Aster has enthusiastically assured us that there’s nothing autobiographical about Beau Is Afraid. Thank god, since it’s hard to read the film as anything but a drawn-out, highly paranoid spiral. It begins with its hero’s literal expulsion from the birth canal, wailing and bewildered, and ends with the Kafkaesque persecution of his guilty soul. In short, it’s life with catastrophic thinking at the wheel.

Beau Wasserman (Joaquin Phoenix) wants to visit his mother. The universe makes clear it would rather he not, blocking his path with brown recluse spiders, butt-naked murderers, invisible thieves, social media-addicted teens, and (eek!) theatre kids. Beau starts his journey in his miserably spare apartment located in a reactionary conservative’s vision of the inner city. Bodies are left out in the street to rot. The air is thick with trash fire smoke. All graffiti is apocalyptic and ominous: “Kill children! F**k the Pope!” the walls scream. Beau shuffles around best he can. Then he gets hit by a truck.

He ends up in the mid-century home of Grace (Amy Ryan) and Roger (Nathan Lane). There’s a shrine in the corner of the room dedicated to their dead son, slaughtered in combat. They guzzle pills for ill-defined, undetectable illnesses. Beau is infantilised to the point that the couple’s jealous daughter, Toni (Kylie Rogers), becomes convinced he’s about to be adopted into the family. And so he flees, deep into the forest, where he finds a troupe of self-identifying orphans who perform a play seemingly about Beau’s own lost happiness – the pretty, storybook scenes are given animated backdrops by Chilean artists Cristóbal León and Joaquín Cociña.

Finally, he reaches his mother’s house. Only then do we come to understand that this odyssey of his is really a delusion. Beau isn’t trying to come back home. He’s trying to outrun the answer to a question posed, in the film’s opening minutes, by his therapist (Stephen McKinley Henderson): does he sometimes wish that his mother was dead? To say “yes” would blow his entire sense of self out of the water. Does his mother really offer love or suffocation? Nurturing or control? Phoenix’s performance, a masterclass in disassociation, lets Beau shrink down and nearly disappear into his own sickliness.

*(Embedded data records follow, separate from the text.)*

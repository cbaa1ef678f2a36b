"""A faster root-only sum pass for circuits made of K x K region products (vtree circuits).

:func:`model_zoo.circuit.core.forward` in ``mode="sum"`` needs only the root. For circuits whose
sums come in *blocks* (m sums over one shared child set) and whose products each feed one block,
this module evaluates the circuit region by region instead of layer by layer:

* **cross ops** — a block whose children are the arity-2 products ``a_i x r_j`` of two child sets
  ``A`` (size a) and ``R`` (size r) is ``out = sum_ij W[:, i, j] A_i R_j``; the products are never
  materialised. Ops of equal shape at equal height run as one batched matrix product
  ``(J, m r, a) @ (J, a, B)`` followed by a multiply-and-sum with ``R`` (log-space: each input set
  is shifted by its per-column maximum and exponentiated once per *unit*, not per edge).
* **mix ops** — a block whose children are leaves or sums: ``out = W @ C``.
* **chains** — a cross op whose one input is a set of leaves and whose other input is the whole
  output of a block consumed by nothing else is *linear* in that block: ``out = M_l @ Y`` with
  ``M_l = sum_i W[:, i, :] A_i`` (a ``m x m`` matrix per batch column, computable from the leaves
  alone). A right-linear vtree is one such chain of length ``n - 1``; evaluating it layer by layer
  costs ``n`` dependent numpy calls whose Python overhead dominates thin layers. Here all ``M_l``
  are built by one batched product and multiplied together by a balanced tree of batched matrix
  products (matrix products are associative), each level renormalised with its log-scale kept
  aside: ``O(log n)`` numpy calls in place of ``O(n)``. For ``m = 1`` the chain is a sum of logs.

Two more routes, chosen per call by :func:`root_log_values_from_states`:

* **K = 1** — when every op has one unit and scalar weights the root's log is a fixed weighted
  sum of leaf logs plus a constant: one dot product per batch (:class:`LogLinearPlan`).
* **thin batches** (fewer than ``THIN_MAX_BATCH`` columns) — the same ops in linear space with a
  log-scale per block and the stack axis last (:class:`ThinPlan`, see the notes above
  ``THIN_MAX_BATCH``); used only when every weight is positive and not tiny. When the blocks form
  a tree (vtree circuits) a lean program runs instead: renormalisation only where plan-time
  bounds require it, K = 2 levels merged in pairs, chains contracted in bit-reversed halves (see
  the notes above ``_LEAN_LIMIT``).

Anything else (compiled arithmetic circuits, products feeding several blocks, products of
products) makes :func:`region_plan` return None and the caller uses the layered engine.

Cost: cross and mix ops do ``edges x batch`` multiply-adds like the layered pass (minus the
``2 K^2`` product edges per vtree node, which become part of the contraction); a chain of ``L``
links of width ``m`` does about ``L m^3`` multiply-adds per column instead of ``L (m^3 + 2 m^2)``
sequential ones. Memory: ``O((n_leaves + n_sums) x batch)`` plus one chunk of chain matrices.
"""

from __future__ import annotations

from dataclasses import dataclass, replace
from typing import Any

import numpy as np

try:  # np.einsum without its Python dispatch (~1.4 us a call; the lean program makes ~10 a pass)
    from numpy._core.multiarray import c_einsum as _einsum
except ImportError:  # pragma: no cover - numpy < 2 or a renamed internal
    _einsum = np.einsum

__all__ = ["region_plan", "root_log_values", "root_log_values_from_states",
           "thin_root_log_values"]

#: Chains shorter than this run as ordinary ops (the tree reduction has a fixed overhead).
_MIN_CHAIN = 8
#: Upper bound on the elements of one intermediate array (about 32 MB of float64).
_CHUNK_ELEMENTS = 1 << 22
#: Chain widths up to this use an explicit loop over the inner index on batch-last arrays, which
#: is faster than stacked ``np.matmul`` on tiny matrices; wider chains use ``np.matmul``.
_LOOP_WIDTH = 4
_FLOOR = -1e300


@dataclass(frozen=True)
class _Cross:
    out: int                 # first output row (J blocks x m rows, contiguous)
    m: int
    a: int
    r: int
    a_rows: np.ndarray       # (J, a)
    r_rows: np.ndarray       # (J, r)
    w: np.ndarray            # (J, m * r, a): W transposed for the batched product


@dataclass(frozen=True)
class _Mix:
    out: int
    m: int
    rows: np.ndarray         # (J, k)
    w: np.ndarray            # (J, m, k)


@dataclass(frozen=True)
class _Chain:
    out: int                 # m output rows of the chain's top block
    m: int
    f: int
    leaf_rows: np.ndarray    # (L, f), top link first
    base_rows: np.ndarray    # (m,) the block below the bottom link
    w: np.ndarray            # (L, m * m, f): M_l[mo, c] = sum_f W[l, mo, f, c] A_f
    log_w: np.ndarray | None  # (L,) for m == 1: log W of each link


@dataclass(frozen=True)
class RegionPlan:
    n_rows: int
    n_leaves: int
    ops: tuple[Any, ...]
    root_row: int
    n_chains: int
    n_chain_links: int
    thin: Any = None         # ThinPlan for small batches, or None
    log_linear: Any = None   # LogLinearPlan when every op is scalar, or None


def region_plan(plan: Any, n_plan_rows: int) -> RegionPlan | None:
    """The region plan of a layered plan (:class:`model_zoo.circuit.core._Plan`), or None.

    O(n_edges) numpy work plus O(number of sum ops + chains) Python steps.
    """
    from model_zoo.circuit.core import _ProductOp, _SumOp

    n_leaves = plan.n_leaves
    left = np.full(n_plan_rows, -1, dtype=np.int64)
    right = np.full(n_plan_rows, -1, dtype=np.int64)
    is_prod = np.zeros(n_plan_rows, dtype=bool)
    sum_ops: list[_SumOp] = []
    for ops in plan.layers:
        for op in ops:
            if type(op) is _ProductOp:
                rows = np.arange(op.start, op.start + op.n)
                is_prod[rows] = True
                if op.arity != 2:
                    return None
                left[rows] = op.children[0::2]
                right[rows] = op.children[1::2]
            else:
                sum_ops.append(op)
    if is_prod[plan.root_row] or not sum_ops:
        return None
    # products may only feed the sums of one block: count product parents
    n_parents = np.zeros(n_plan_rows, dtype=np.int64)
    for op in sum_ops:
        np.add.at(n_parents, op.children.reshape(-1), op.m)

    # -- describe every block ------------------------------------------------------------------
    # block i: kind, output rows (m,), input rows and weights, in topological (plan) order
    kinds: list[str] = []
    outs: list[np.ndarray] = []
    a_rows: list[np.ndarray] = []
    r_rows: list[np.ndarray] = []
    weights: list[np.ndarray] = []
    for op in sum_ops:
        nb, m, k = op.n_blocks, op.m, op.k
        ch = op.children                                   # (nb, k) plan rows
        out_rows = op.start + np.arange(nb * m).reshape(nb, m)
        prod = is_prod[ch]
        if not prod.any():
            for b in range(nb):
                kinds.append("mix")
                outs.append(out_rows[b])
                a_rows.append(ch[b])
                r_rows.append(ch[b][:0])
                weights.append(op.weights[b])
            continue
        if not prod.all() or (n_parents[ch] != m).any():
            return None
        lf, rt = left[ch], right[ch]                      # (nb, k)
        if is_prod[lf].any() or is_prod[rt].any():
            return None
        sl, sr = np.sort(lf, axis=1), np.sort(rt, axis=1)
        n_a = 1 + (np.diff(sl, axis=1) != 0).sum(axis=1)
        n_r = 1 + (np.diff(sr, axis=1) != 0).sum(axis=1)
        if (n_a * n_r != k).any():
            return None
        for a in np.unique(n_a):
            sel = np.flatnonzero(n_a == a)
            a, r = int(a), k // int(a)
            if (n_r[sel] != r).any():
                return None
            ua = sl[sel][:, ::r]                           # (J, a) sorted distinct left rows
            ur = sr[sel][:, ::a]                           # (J, r)
            if not (np.repeat(ua, r, axis=1) == sl[sel]).all() or \
                    not (np.repeat(ur, a, axis=1) == sr[sel]).all():
                return None
            ai = (lf[sel][:, :, None] > ua[:, None, :]).sum(axis=2)   # (J, k) position in A
            ri = (rt[sel][:, :, None] > ur[:, None, :]).sum(axis=2)
            pair = np.sort(ai * r + ri, axis=1)
            if not (pair == np.arange(k)).all():
                return None                                # not the full cross product
            w4 = np.zeros((sel.shape[0], a, r, m))
            jj = np.arange(sel.shape[0])[:, None]
            w4[jj, ai, ri] = op.weights[sel].transpose(0, 2, 1)
            w4 = w4.transpose(0, 3, 1, 2)                  # (J, m, a, r)
            for t, b in enumerate(sel):
                kinds.append("cross")
                outs.append(out_rows[b])
                a_rows.append(ua[t])
                r_rows.append(ur[t])
                weights.append(w4[t])
    n_blocks = len(kinds)
    block_of = np.full(n_plan_rows, -1, dtype=np.int64)
    for i, o in enumerate(outs):
        block_of[o] = i
    # consumers of each block's outputs (as blocks); -1 = several
    consumer = np.full(n_blocks, -2, dtype=np.int64)
    used = block_of[np.concatenate(a_rows + r_rows)] if n_blocks else np.empty(0, np.int64)
    user = np.concatenate([np.repeat(np.arange(n_blocks), [x.shape[0] for x in a_rows]),
                           np.repeat(np.arange(n_blocks), [y.shape[0] for y in r_rows])]) \
        if n_blocks else np.empty(0, np.int64)
    keep = used >= 0
    pairs = np.unique(np.stack([used[keep], user[keep]], axis=1), axis=0) if keep.any() \
        else np.empty((0, 2), np.int64)
    n_users = np.bincount(pairs[:, 0], minlength=n_blocks)
    consumer[pairs[:, 0]] = pairs[:, 1]
    consumer[n_users > 1] = -1
    root_block = int(block_of[plan.root_row])

    # -- chain links: X (cross) -> Y when X's one input is leaves and the other is all of Y --
    link: dict[int, tuple[int, bool]] = {}            # X -> (Y, chain input is the A side)
    for i in range(n_blocks):
        if kinds[i] != "cross":
            continue
        w = weights[i]
        m = w.shape[0]
        for side_a, chain_rows, leaf_rows in ((False, r_rows[i], a_rows[i]),
                                              (True, a_rows[i], r_rows[i])):
            if (leaf_rows >= n_leaves).any() or chain_rows.shape[0] != m:
                continue
            y = int(block_of[chain_rows[0]])
            if y < 0 or consumer[y] != i or outs[y].shape[0] != m:
                continue
            if not (np.sort(outs[y]) == chain_rows).all():
                continue
            link[i] = (y, side_a)
            break
    targets = {y for y, _ in link.values()}
    chains: dict[int, list[int]] = {}                 # top block -> links top..bottom
    interior: set[int] = set()
    for top in link:
        if top in targets:
            continue
        path = [top]
        shape = weights[top].shape[0], (a_rows[top] if not link[top][1] else r_rows[top]).shape[0]
        y = link[top][0]
        while y in link:
            f = (a_rows[y] if not link[y][1] else r_rows[y]).shape[0]
            if (weights[y].shape[0], f) != shape:
                break
            path.append(y)
            y = link[y][0]
        if len(path) >= _MIN_CHAIN:
            chains[top] = path
            interior.update(path[1:])

    # -- heights and grouping ------------------------------------------------------------------
    height = np.zeros(n_plan_rows, dtype=np.int64)
    groups: dict[tuple, list[int]] = {}
    for i in range(n_blocks):
        if i in interior:
            continue
        if i in chains:
            bottom = chains[i][-1]
            base = outs[link[bottom][0]]
            h = 1 + int(height[base].max())
            key: tuple = ("chain", h, i)
        else:
            rows = np.concatenate([a_rows[i], r_rows[i]])
            h = 1 + int(height[rows].max()) if rows.size else 1
            w = weights[i]
            key = (kinds[i], h) + w.shape
        height[outs[i]] = h
        groups.setdefault(key, []).append(i)

    compact = np.full(n_plan_rows, -1, dtype=np.int64)
    compact[:n_leaves] = np.arange(n_leaves)
    next_row = n_leaves
    ops: list[Any] = []
    n_links = 0
    for key in sorted(groups, key=lambda k: (k[1], k[0])):
        members = groups[key]
        kind = key[0]
        for i in members:
            compact[outs[i]] = next_row + np.arange(outs[i].shape[0])
            next_row += outs[i].shape[0]
        start = int(compact[outs[members[0]][0]])
        if kind == "mix":
            ops.append(_Mix(out=start, m=key[2],
                            rows=np.stack([a_rows[i] for i in members]),
                            w=np.stack([weights[i] for i in members])))
        elif kind == "cross":
            _, _, m, a, r = key
            w = np.stack([weights[i] for i in members])           # (J, m, a, r)
            ops.append(_Cross(out=start, m=m, a=a, r=r,
                              a_rows=np.stack([a_rows[i] for i in members]),
                              r_rows=np.stack([r_rows[i] for i in members]),
                              w=np.ascontiguousarray(w.transpose(0, 1, 3, 2).reshape(
                                  len(members), m * r, a))))
        else:
            path = chains[members[0]]
            n_links += len(path)
            ws, leaves = [], []
            for x in path:
                w = weights[x]                                    # (m, a, r)
                if link[x][1]:                                    # chain input on the A side
                    w = w.transpose(0, 2, 1)                      # -> (m, f=r, c=a)
                    leaves.append(r_rows[x])
                else:
                    leaves.append(a_rows[x])
                ws.append(w)
            w = np.stack(ws)                                      # (L, m, f, c)
            m, f = w.shape[1], w.shape[2]
            bottom_y = link[path[-1]][0]
            log_w = None
            if m == 1 and f == 1:
                with np.errstate(divide="ignore"):
                    log_w = np.log(w[:, 0, 0, 0])
            ops.append(_Chain(out=start, m=m, f=f, leaf_rows=np.stack(leaves),
                              base_rows=np.sort(outs[bottom_y]),
                              w=np.ascontiguousarray(w.transpose(0, 1, 3, 2).reshape(
                                  len(path), m * m, f)),
                              log_w=log_w))
    # translate plan rows to compact rows
    final = []
    for op in ops:
        if type(op) is _Cross:
            final.append(_Cross(op.out, op.m, op.a, op.r, compact[op.a_rows], compact[op.r_rows],
                                op.w))
        elif type(op) is _Mix:
            final.append(_Mix(op.out, op.m, compact[op.rows], op.w))
        else:
            final.append(_Chain(op.out, op.m, op.f, compact[op.leaf_rows],
                                compact[op.base_rows], op.w, op.log_w))
    for op in final:
        rows = [op.a_rows, op.r_rows] if type(op) is _Cross else (
            [op.rows] if type(op) is _Mix else [op.leaf_rows, op.base_rows])
        if any((x < 0).any() for x in rows):
            return None  # an input outside the region structure (should not happen)
    root_row = int(compact[plan.root_row])
    if root_row < 0 or root_block < 0:
        return None
    rp = RegionPlan(n_rows=next_row, n_leaves=n_leaves, ops=tuple(final), root_row=root_row,
                    n_chains=len(chains), n_chain_links=n_links)
    return RegionPlan(n_rows=rp.n_rows, n_leaves=rp.n_leaves, ops=rp.ops, root_row=rp.root_row,
                      n_chains=rp.n_chains, n_chain_links=rp.n_chain_links,
                      thin=_thin_plan(rp, plan.leaf_logp, plan.leaf_logsum, plan.leaf_var),
                      log_linear=_log_linear_plan(rp))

Beau Is Afraid is an Oedipal farce hysterically outsized in its execution – Mother is played by Patti LuPone, who could probably incinerate someone with a single look, and there’s a creature in the attic who serves as the film’s ultimate punchline. But its immersive psychology is also so effective that it may take until after the film has ended for the audience to start questioning its protagonist. Was it really all Mommy’s fault? Or was Mommy just the easiest one to blame?

Dir: Ari Aster. Starring: Joaquin Phoenix, Patti LuPone, Nathan Lane, Amy Ryan, Stephen McKinley Henderson, Parker Posey. 15, 179 minutes.